Let $a,b,c,$ and $d$ be real numbers and $k\geq l\geq m$ and $p\geq q\geq r$. Prove that $f(x)=a(x+1)^k (x+2)^p+b(x+1)^l (x+2)^q+c(x+1)^m (x+2)^r-d=0$ has no more than 14 positive roots.
Problem
Source: IV International Festival of Young Mathematicians Sozopol 2013, Theme for 10-12 grade
Tags: algebra, equation
25.01.2020 09:00
Suppose to the contrary. Here we consider the zero polynomial as a polynomial with degree $0$. We get $f'(x)=A(x)(x+1)^{k-1}(x+2)^{p-1} +B(x)(x+1)^{\ell-1}(x+2)^{q-1}+C(x)(x+1)^{m-1}(x+2)^{r-1}$ for linear polynomials $A,B,C$ has at least $14$ positive roots.
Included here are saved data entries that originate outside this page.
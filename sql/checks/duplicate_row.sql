-- rule: duplicate_row
-- severity: reject
-- An exact copy of an earlier row of the same table: the first copy is kept, the others rejected.
-- Rows are first grouped by a 64-bit hash of their original values, then compared value by value
-- within hash groups of two or more, so a hash collision never rejects a row.
-- Reads: staged_all
-- Parameters: none
WITH hashed AS (
    SELECT table_name, _row_id, _row_hash FROM staged_all
),

repeated_hashes AS (
    SELECT table_name, _row_hash
    FROM hashed
    GROUP BY table_name, _row_hash
    HAVING count(*) > 1
),

candidates AS (
    SELECT s.table_name, s._row_id, s._file_row, s._raw_values
    FROM staged_all AS s
    INNER JOIN repeated_hashes AS r
        ON s.table_name = r.table_name AND s._row_hash = r._row_hash
),

ranked AS (
    SELECT
        table_name,
        _row_id,
        row_number() OVER (PARTITION BY table_name, _raw_values ORDER BY _row_id) AS copy_number,
        first_value(_file_row) OVER (PARTITION BY table_name, _raw_values ORDER BY _row_id) AS first_row
    FROM candidates
)

SELECT
    table_name,
    _row_id,
    'same values as row ' || first_row AS detail
FROM ranked
WHERE copy_number > 1
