-- rule: discount_deeper_than_depth
-- severity: warn
-- A percent-off line whose discount is deeper than the promotion's stated depth (half a point of
-- tolerance for rounding), or an amount-off line discounted by more than the stated amount.
-- Reads: staged_transactions, accepted_promotions
-- Parameters: none
WITH lines AS (
    SELECT _row_id, promotion_id, list_amount, net_amount,
           coalesce(discount_amount, list_amount - net_amount) AS discount_amount
    FROM staged_transactions
    WHERE promotion_id IS NOT NULL
),

promotion_depths AS (
    SELECT promotion_id, mechanic, depth FROM accepted_promotions WHERE depth IS NOT NULL
)

SELECT
    'transactions' AS table_name,
    l._row_id,
    'discount ' || round(l.discount_amount, 2) || ' on list ' || round(l.list_amount, 2)
        || ' is deeper than ' || p.mechanic || ' depth ' || p.depth AS detail
FROM lines AS l
INNER JOIN promotion_depths AS p ON l.promotion_id = p.promotion_id
WHERE (p.mechanic = 'percent_off' AND l.list_amount > 0
       AND l.discount_amount / l.list_amount > p.depth + 0.005)
   OR (p.mechanic = 'amount_off' AND l.discount_amount > p.depth + 0.005)
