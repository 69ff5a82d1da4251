-- rule: timestamp_beyond_horizon
-- severity: reject
-- A timestamp so far in the future or the past that it can only be a fault (a placeholder such
-- as 2099-12-31 or 1900-01-01, a mistyped year). One such row would stretch the timeline of every
-- customer (gaps censored at the last order date), so it is rejected rather than kept.
-- Order lines and assignments are events that happened: later than the check's time plus
-- checks.future_days is beyond the horizon. Promotions are planned: checks.promotion_future_days.
-- Anything earlier than the check's time minus checks.past_years is beyond the horizon.
-- Reads: staged_transactions, staged_assignments, staged_promotions
-- Parameters: getvariable('horizon_earliest'), getvariable('horizon_latest'),
--             getvariable('horizon_promotion_latest') (timestamps, set by the runner from [checks])
WITH stamped AS (
    SELECT 'transactions' AS table_name, _row_id, 'ordered_at' AS column_name, ordered_at AS stamp,
           getvariable('horizon_latest') AS latest, 'checks.future_days' AS latest_key
    FROM staged_transactions
    UNION ALL
    SELECT 'assignments', _row_id, 'assigned_at', assigned_at, getvariable('horizon_latest'), 'checks.future_days'
    FROM staged_assignments
    UNION ALL
    SELECT 'promotions', _row_id, 'starts_at', starts_at, getvariable('horizon_promotion_latest'),
           'checks.promotion_future_days'
    FROM staged_promotions
    UNION ALL
    SELECT 'promotions', _row_id, 'ends_at', ends_at, getvariable('horizon_promotion_latest'),
           'checks.promotion_future_days'
    FROM staged_promotions
),

beyond AS (
    SELECT
        table_name,
        _row_id,
        column_name,
        CASE
            WHEN stamp > latest THEN column_name || ' ' || CAST(stamp AS VARCHAR) || ' is later than the horizon '
                || CAST(CAST(latest AS DATE) AS VARCHAR) || ' (' || latest_key || ')'
            WHEN stamp < getvariable('horizon_earliest') THEN column_name || ' ' || CAST(stamp AS VARCHAR)
                || ' is earlier than the horizon ' || CAST(CAST(getvariable('horizon_earliest') AS DATE) AS VARCHAR)
                || ' (checks.past_years)'
        END AS detail
    FROM stamped
    WHERE stamp IS NOT NULL
)

SELECT
    table_name,
    _row_id,
    string_agg(detail, '; ' ORDER BY column_name) AS detail
FROM beyond
WHERE detail IS NOT NULL
GROUP BY table_name, _row_id
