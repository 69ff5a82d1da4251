-- rule: duplicate_row
-- severity: reject
-- An exact copy of an earlier row of the same table: the first copy is kept, the others rejected.
-- Rows are grouped per table by a 64-bit hash of all their values; only the rows of repeated
-- hashes are then compared value by value, so a hash collision never rejects a row.
-- Reads: staged_transactions, staged_promotions, staged_assignments, staged_customers, staged_products
-- Parameters: none
WITH repeated_hashes AS (
    SELECT 'transactions' AS table_name, _row_hash FROM staged_transactions GROUP BY _row_hash HAVING count(*) > 1
    UNION ALL
    SELECT 'promotions', _row_hash FROM staged_promotions GROUP BY _row_hash HAVING count(*) > 1
    UNION ALL
    SELECT 'assignments', _row_hash FROM staged_assignments GROUP BY _row_hash HAVING count(*) > 1
    UNION ALL
    SELECT 'customers', _row_hash FROM staged_customers GROUP BY _row_hash HAVING count(*) > 1
    UNION ALL
    SELECT 'products', _row_hash FROM staged_products GROUP BY _row_hash HAVING count(*) > 1
),

candidates AS (
    SELECT s.table_name, s._row_id, s._file_row, s._raw_values
    FROM staged_all AS s
    SEMI JOIN repeated_hashes AS r
        ON s.table_name = r.table_name AND s._row_hash = r._row_hash
),

ranked AS (
    SELECT
        table_name,
        _row_id,
        row_number() OVER (PARTITION BY table_name, _raw_values ORDER BY _row_id) AS copy_number,
        first_value(_file_row) OVER (PARTITION BY table_name, _raw_values ORDER BY _row_id) AS first_row
    FROM candidates
)

SELECT
    table_name,
    _row_id,
    'same values as row ' || first_row AS detail
FROM ranked
WHERE copy_number > 1
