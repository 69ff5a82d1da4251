-- rule: duplicate_row
-- severity: reject
-- An exact copy of an earlier row of the same table: the first copy is kept, the others rejected.
-- Candidates first: order lines that share their customer, order, time and product (exact
-- copies share every value, so also these four), rows of the other (small) tables that share a
-- 64-bit hash of all their values. Only the candidates are then compared value by value, so a
-- hash collision, or two lines that differ in another value, never rejects a row. Hashing four
-- columns rather than every value and its text costs about a third less on large exports.
-- Reads: staged_transactions, staged_promotions, staged_assignments, staged_customers, staged_products
-- Parameters: none
WITH repeated_lines AS (
    SELECT hash(customer_id, order_id, ordered_at, product_id) AS line_key
    FROM staged_transactions
    GROUP BY 1
    HAVING count(*) > 1
),

candidates AS (
    SELECT 'transactions' AS table_name, _row_id, _file_row, _raw_values
    FROM staged_transactions
    WHERE hash(customer_id, order_id, ordered_at, product_id) IN (SELECT line_key FROM repeated_lines)
    UNION ALL
    SELECT 'promotions', _row_id, _file_row, _raw_values
    FROM staged_promotions
    WHERE _row_hash IN (SELECT _row_hash FROM staged_promotions GROUP BY _row_hash HAVING count(*) > 1)
    UNION ALL
    SELECT 'assignments', _row_id, _file_row, _raw_values
    FROM staged_assignments
    WHERE _row_hash IN (SELECT _row_hash FROM staged_assignments GROUP BY _row_hash HAVING count(*) > 1)
    UNION ALL
    SELECT 'customers', _row_id, _file_row, _raw_values
    FROM staged_customers
    WHERE _row_hash IN (SELECT _row_hash FROM staged_customers GROUP BY _row_hash HAVING count(*) > 1)
    UNION ALL
    SELECT 'products', _row_id, _file_row, _raw_values
    FROM staged_products
    WHERE _row_hash IN (SELECT _row_hash FROM staged_products GROUP BY _row_hash HAVING count(*) > 1)
),

ranked AS (
    SELECT
        table_name,
        _row_id,
        row_number() OVER (PARTITION BY table_name, _raw_values ORDER BY _row_id) AS copy_number,
        first_value(_file_row) OVER (PARTITION BY table_name, _raw_values ORDER BY _row_id) AS first_row
    FROM candidates
)

SELECT
    table_name,
    _row_id,
    'same values as row ' || first_row AS detail
FROM ranked
WHERE copy_number > 1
So does $g(x)=A(x)(x+1)^{k-m}(x+2)^{p-r}+B(x)(x+1)^{\ell-m}(x+2)^{q-r}+C(x)$. We get $g'(x)=P(x)(x+1)^{k-m-1}(x+2)^{p-r-1}+Q(x)(x+1)^{\ell-m-1}(x+2)^{q-r-1}+C'(x)$ for quadratic polynomials $P,Q$ has at least $13$ positive roots. (It could happen that $P$ is quadratic when $k=m$ or $p=r$. Similar special cases determine the degree of other polynomials defined from $Q$ on.) We get $g''(x)=R(x)(x+1)^{k-m-2}(x+2)^{p-r-2}+S(x)(x+1)^{\ell-m-2}(x+2)^{q-r-2}$ for cubic polynomials $R,S$ has at least $12$ positive roots. So does $h(x)=R(x)(x+1)^{k-\ell}(x+2)^{p-q}+S(x)$. We get $h'(x)=T(x)(x+1)^{k-\ell-1}(x+2)^{p-q-1}+S'(x)$ for a quartic polynomial $T$ has at least $11$ positive roots. Taking derivatives three more times gives $h''''(x)=U(x)(x+1)^{k-\ell-4}(x+2)^{p-q-4}+0$ for a polynomial $U$ of degree at most $7$ has at least $8$ positive roots, which is impossible.
09.01.2022 02:25
This problem is false for stupid reasons in some edge cases like $a=b=c=d=0$ or $k=l=m=p=q=r=0$. Can we impose additional conditions for which @ThE-dArK-lOrD's argument becomes fully correct?